= Esteban de Aguilar y Zúñiga =

Esteban de Aguilar y Zúñiga (13 August 1606 – 1681) was a Spanish theologian and writer. He was born in Escalona del Alberche on 13 August 1606 and died in Madrid some time after 1681. He was the son of writer and humanist Juan de Aguilar Villaquirán.

==Education and career==
Originally a hidalgo nobleman from both parents, he chose the religious career, was ordained a priest, obtained a doctorate in theology and took up residence in the Villa de Madrid. In October 1656 he participated with a tenth, a sonnet, a lyre, a gloss and some limericks in the Angelic Contest organized for the celebration of the Dedication of the New Temple of Saint Thomas", because the Old Temple of the Convent of St. Thomas Aquinas, formerly known as "El Colegio de Atocha" - burned, by an oversight of the neighbors on 14 August 1652.
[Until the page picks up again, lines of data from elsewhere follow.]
def test_audit_of_a_table_finds_the_arm_beside_it(planned, run):
    status, out, err = run("audit", "cross.csv")
    assert (status, err) == (0, [])
    assert out.splitlines()[0].startswith("table cross.csv, judged against loader4 with tool ")
    assert "Across the portal, loader4: within limits" in out
    document = json.loads(run("audit", "cross.csv", "--json")[1])
    assert document["passed"] is True and document["notes"] == [] and document["table"] == "cross.csv"
    audit = pathplan.audit(pathplan.read_table("cross.csv"), pathplan.load_arm("loader4.toml"))
    assert document["audit"]["joints"] == json.loads(json.dumps(audit.to_dict()["joints"]))


def test_audit_of_a_table_whose_arm_has_changed(planned, run):
    arm = arm_text("loader4").replace("velocity = 1500", "velocity = 150")
    (planned / "loader4.toml").write_text(arm)
    status, out, (line,) = run("audit", "cross.csv")
    assert status == 1
    assert out.splitlines()[1] == "note: loader4.toml has changed since the table was planned"
    assert line.startswith("pathplan: cross.csv: breaks limits: x: velocity ")
    assert "exceeds the limit" in line and "150 mm/s" in line


def test_audit_of_a_table_without_its_arm(planned, run):
    (planned / "loader4.toml").rename(planned / "moved.toml")
    expected = "cross.csv: not judged, its header names loader4.toml, which is not beside it: give --arm FILE"
    assert run("audit", "cross.csv") == (2, "", [f"pathplan: {expected}"])
    assert run("audit", "cross.csv", "--arm", "moved.toml", "--tool", "vacuum gripper")[0] == 0
    assert run("audit", "cross.csv", "--arm", "moved.toml", "--tool", "cup") == (
        2,
        "",
        ['pathplan: loader4: unknown tool "cup", there is "vacuum gripper"'],
    )
    assert run("audit", "cross.csv", "--arm", "weak6.toml") == (
        2,
        "",
        ["pathplan: cross.csv: has 4 joints, glazer6 has 6"],
    )


def test_audit_takes_the_tool_that_the_header_names(planned, run):
    table = pathplan.read_table("cross.csv")
    pathplan.write_table(replace(table, meta={**table.meta, "tool": "vacuum gripper"}), "tool.csv")
    first = run("audit", "tool.csv")[1].splitlines()[0]
    assert first == "table tool.csv, judged against loader4 with tool vacuum gripper"


def test_audit_of_a_table_with_a_jump(planned, run):
    table = pathplan.read_table("cross.csv")
    position = table.position.copy()
    position[40:, 1] += 0.001
    pathplan.write_table(replace(table, position=position), "jump.csv")
    status, out, (line,) = run("audit", "jump.csv")
    assert status == 1 and "BREAKS LIMITS" in out
    assert line.startswith("pathplan: jump.csv: breaks limits: y: ")
    assert f"{table.time[40]:g} s" in line or f"{table.time[39]:g} s" in line or f"{table.time[41]:g} s" in line


def test_export_converts_a_table(planned, run):
    status, out, err = run("export", "cross.npz", "-o", "copy.csv", "-o", "copy.npz")
    assert (status, err) == (0, [])
    assert out.splitlines()[-1].startswith("written: copy.csv (")
    copy, table = pathplan.read_table("copy.npz"), pathplan.read_table("cross.npz")
    np.testing.assert_array_equal(copy.position, table.position)
    assert copy.meta == table.meta and copy.marks == table.marks
    np.testing.assert_allclose(pathplan.read_table("copy.csv").position, table.position, rtol=1e-15)


def test_export_without_an_arm_says_that_nothing_was_judged(planned, run):
    (planned / "loader4.toml").unlink()
    status, out, _ = run("export", "cross.csv", "-o", "c.npz")
    assert status == 0 and "not judged" in out and "written: c.npz" in out
    document = json.loads(run("export", "cross.csv", "-o", "c.npz", "--json")[1])
    assert document["passed"] is None and document["audit"] is None
    assert document["files"]["tables"] == ["c.npz"]


def test_export_of_a_table_that_breaks_limits(planned, run):
    status, out, (line,) = run("export", "weak.csv", "-o", "w.npz")
    assert status == 1 and line.endswith(": not written") and "nothing written" in out
    assert not (planned / "w.npz").exists()
    assert run("export", "weak.csv", "-o", "w.npz", "--write-anyway")[0] == 1
    assert pathplan.read_table("w.npz").meta["breaks_limits"] is True
    # without the arm the header's word stands
    (planned / "weak6.toml").unlink()
    expected = "pathplan: weak.csv: breaks limits: its header says so: not written"
    assert run("export", "weak.csv", "-o", "v.npz", "--quiet") == (1, "", [expected])


def test_export_overwrites_neither_its_source_nor_foreign_files(planned, run):
    before = (planned / "cross.csv").read_bytes()
    (planned / "sub").mkdir()
    source = os.path.join("sub", "..", "cross.csv")
    assert run("export", "cross.csv", "-o", source, "--overwrite") == (
        2,
        "",
        [f"pathplan: {source}: is the table that is read: choose another name"],
    )
    (planned / "mine.npz").write_bytes(b"mine")
    assert run("export", "cross.csv", "-o", "mine.npz") == (2, "", [f"pathplan: mine.npz: {TAKEN}"])
    assert (planned / "cross.csv").read_bytes() == before and (planned / "mine.npz").read_bytes() == b"mine"


def test_export_of_a_task(folder, run):
    status, out, _ = run("export", "cross.toml", "-o", "c.npz")
    assert status == 0
    assert out.splitlines()[0] == "Across the portal: within limits"
    assert made(folder) == {"c.npz", "c.audit.json"}


# bad input: status 2 and one line


@pytest.mark.parametrize(
    ("argv", "line"),
    [
        ([], "expected a command: plan, audit, export, retime, report, watch, figure or arm (see pathplan --help)"),
        (["plan"], "the following arguments are required: TASK (see pathplan plan --help)"),
        (["export", "a.csv"], "the following arguments are required: -o (see pathplan export --help)"),
        (["plan", "cross.toml", "--fast", "-x"], "unknown arguments: --fast -x (see pathplan plan --help)"),
        (["plan", "cross.toml", "--overw"], "unknown arguments: --overw (see pathplan plan --help)"),
        (["plan", "cross.toml", "-o"], "argument -o: expected one argument (see pathplan plan --help)"),
        (
            ["plan", "cross.toml", "--json", "--quiet"],
            "argument --quiet: not allowed with argument --json (see pathplan plan --help)",
        ),
        (
            ["plan", "cross.toml", "--speed", "1", "--reduced-speed"],
            "argument --reduced-speed: not allowed with argument --speed (see pathplan plan --help)",
        ),
        (
            ["plan", "cross.toml", "--no-table", "-o", "a.csv"],
            "argument -o: not allowed with argument --no-table (see pathplan plan --help)",
        ),
        (["plan", "none.toml"], "none.toml: no such file"),
        (["audit", "none.csv"], "none.csv: there is no such file"),
        (["plan", "."], ".: is a directory, expected a TOML file"),
        (["plan", "no\nline.toml"], "no?line.toml: no such file"),
        (["plan", "cross.toml", "--speed", "fast"], '--speed: expected a speed such as "250 mm/s", got "fast"'),
        (["plan", "cross.toml", "--speed", "250 mm"], '--speed: expected a speed such as "250 mm/s", got "250 mm"'),
        (["plan", "cross.toml", "--speed", "nan"], '--speed: expected a speed such as "250 mm/s", got nan'),
        (["plan", "cross.toml", "--speed", "0"], '--speed: expected a speed above zero such as "250 mm/s", got "0"'),
        (["plan", "cross.toml", "--pace", "50"], '--pace: expected a share such as "15 %", got "50"'),
        (
            ["plan", "cross.toml", "--pace", "120 %"],
            '--pace: expected more than 0 % and at most 100 %, such as "50 %", got "120 %"',
        ),
        (
            ["plan", "cross.toml", "--pace", "0 %"],
            '--pace: expected more than 0 % and at most 100 %, such as "50 %", got "0 %"',
        ),
        (["plan", "cross.toml", "--cycle", "0"], '--cycle: expected a time from 50 us to 1 s, got "0"'),
        (["plan", "cross.toml", "--cycle", "4 mm"], '--cycle: expected a time such as "0.2 s", got "4 mm"'),
        (["audit", "a.csv", "--pace", "5 %"], "argument --pace: only for a task, a.csv is a table"),
        (
            ["export", "a.npz", "-o", "b.csv", "--reduced-speed"],
            "argument --reduced-speed: only for a task, a.npz is a table",
        ),
        (["audit", "cross.toml", "--arm", "a.toml"], "argument --arm: only for a table, a task names its own"),
        (
            ["plan", "cross.toml", "-o", "a.txt"],
            'a.txt: unknown kind of table: expected .csv, .jsonl, .npz or .parquet, got ".txt"',
        ),
        (["plan", "cross.toml", "-o", "no/a.csv"], "no/a.csv: can't be written: there is no folder no"),
        (["plan", "cross.toml", "-o", "."], ".: is a directory: expected the name of a file"),
        (["plan", "cross.toml", "-o", "a.csv", "-o", "./a.csv"], "a.csv: given twice with -o"),
        (
            ["plan", "cross.toml", "--pace", "0.00001 %", "--no-table"],
            None,
        ),
    ],
)
def test_bad_input_is_one_line(folder, run, argv, line):
    status, out, err = run(*argv)
    assert (status, out, len(err)) == (2, "", 1)
    if line is None:
        assert err[0].startswith("pathplan: cross.toml: would take ")
        assert err[0].endswith(" rows, more than 20000000: slow it less or lengthen the cycle")
    else:
        assert err == [f"pathplan: {line}"]
    assert made(folder) == set()


def test_unknown_command(run):
    status, out, (line,) = run("plann", "cross.toml")
    assert (status, out) == (2, "")
    assert line.startswith("pathplan: argument COMMAND: invalid choice: 'plann'")


def test_gathered_problems_are_a_line_each(folder, run):
    text = CROSS.replace('blend = "30 mm"', 'blendd = "30 mm"').replace('wait = "0.1 s"', 'wait = "0.1 mm"')
    (folder / "bad.toml").write_text(text)
    status, out, err = run("plan", "bad.toml")
    assert (status, out) == (2, "")
    assert err == [
        'pathplan: bad.toml: step[1].blendd: unknown key, did you mean "blend"?',
        'pathplan: bad.toml: step[3].wait: expected a time such as "0.2 s", got "0.1 mm"',
    ]


# ends that nobody planned


@pytest.mark.parametrize("place", ["pathplan.plan", "pathplan.load_task", "pathplan.report.outputs.write_table"])
def test_ctrl_c_leaves_nothing(folder, run, monkeypatch, place):
    def interrupted(*args, **options):
        raise KeyboardInterrupt

    run("plan", "--help")  # so that every module is there to be patched
    monkeypatch.setattr(place, interrupted)
    assert run("plan", "cross.toml") == (130, "", [])
    assert made(folder) == set()


@pytest.mark.parametrize("earlier", [False, True])
def test_ctrl_c_in_the_middle_of_writing(folder, home, run, monkeypatch, earlier):
    if earlier:
        for name in ("cross.csv", "cross.audit.json"):
            shutil.copy(home / name, folder)
    before = {name: (folder / name).read_bytes() for name in made(folder)}

    def cut(pieces, tell, done, total):
        yield next(pieces).part(0, 100)
        raise KeyboardInterrupt

    monkeypatch.setattr("pathplan.report.outputs._told", cut)
    assert run("plan", "cross.toml", "--pace", "50 %") == (130, "", [])
    assert {name: (folder / name).read_bytes() for name in made(folder)} == before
In the twilight of his life, from 1678 to 1679, he was dean of the renowned College of the town of Escalona. At the same time he held the position of censor of books and his name appears on several "Censorships" and "Endorsements", the first dated in 1663 and the last in 1681; from this last fact it is deduced that he reached seventy-five years old and perhaps surpassed it.

==Works==
While very young, at twenty-two, he wrote Corona de predicadores (Crown of preachers), a sermon on Saint Stephen which was later printed (Madrid: Maria de Quinones, 1636). At thirty six years old he produced Combates de Job con el demonio (Job's Battles with the devil) (Madrid: Carlos Sanchez, 1642).

Other works include la Quaresma (Lent) or Sermones para ella (Sermons for her) (1657), some single poems for the angelic contest (1657) and la Estatua y árbol con voz, política, canónica y soñada (the Statue and the tree with a political, canonical and dreamy voice (1661).

He translated from Latin into Castilian los Tártaros en China (Tartars in China) by father Martí Martinio (1665) and la Corte Divina (the Divine Court) or Palacio Celestial (the Celestial Palace) by Nicolás Causino (1675) and from Portuguese into Castilian, Laurea lusitana (Lusitanian Laurea), first part (s.a.) and Part II (1679).

==Sources==
- Theodora Grigoriadu, Doctoral dissertation La obra de Luciano samosatense, orador y filósofo excelente (The work of Luciano, the Samosan, orator and excellent philosopher), Manuscript 55 of the Menéndez y Pelayo library: 2010 edition and study.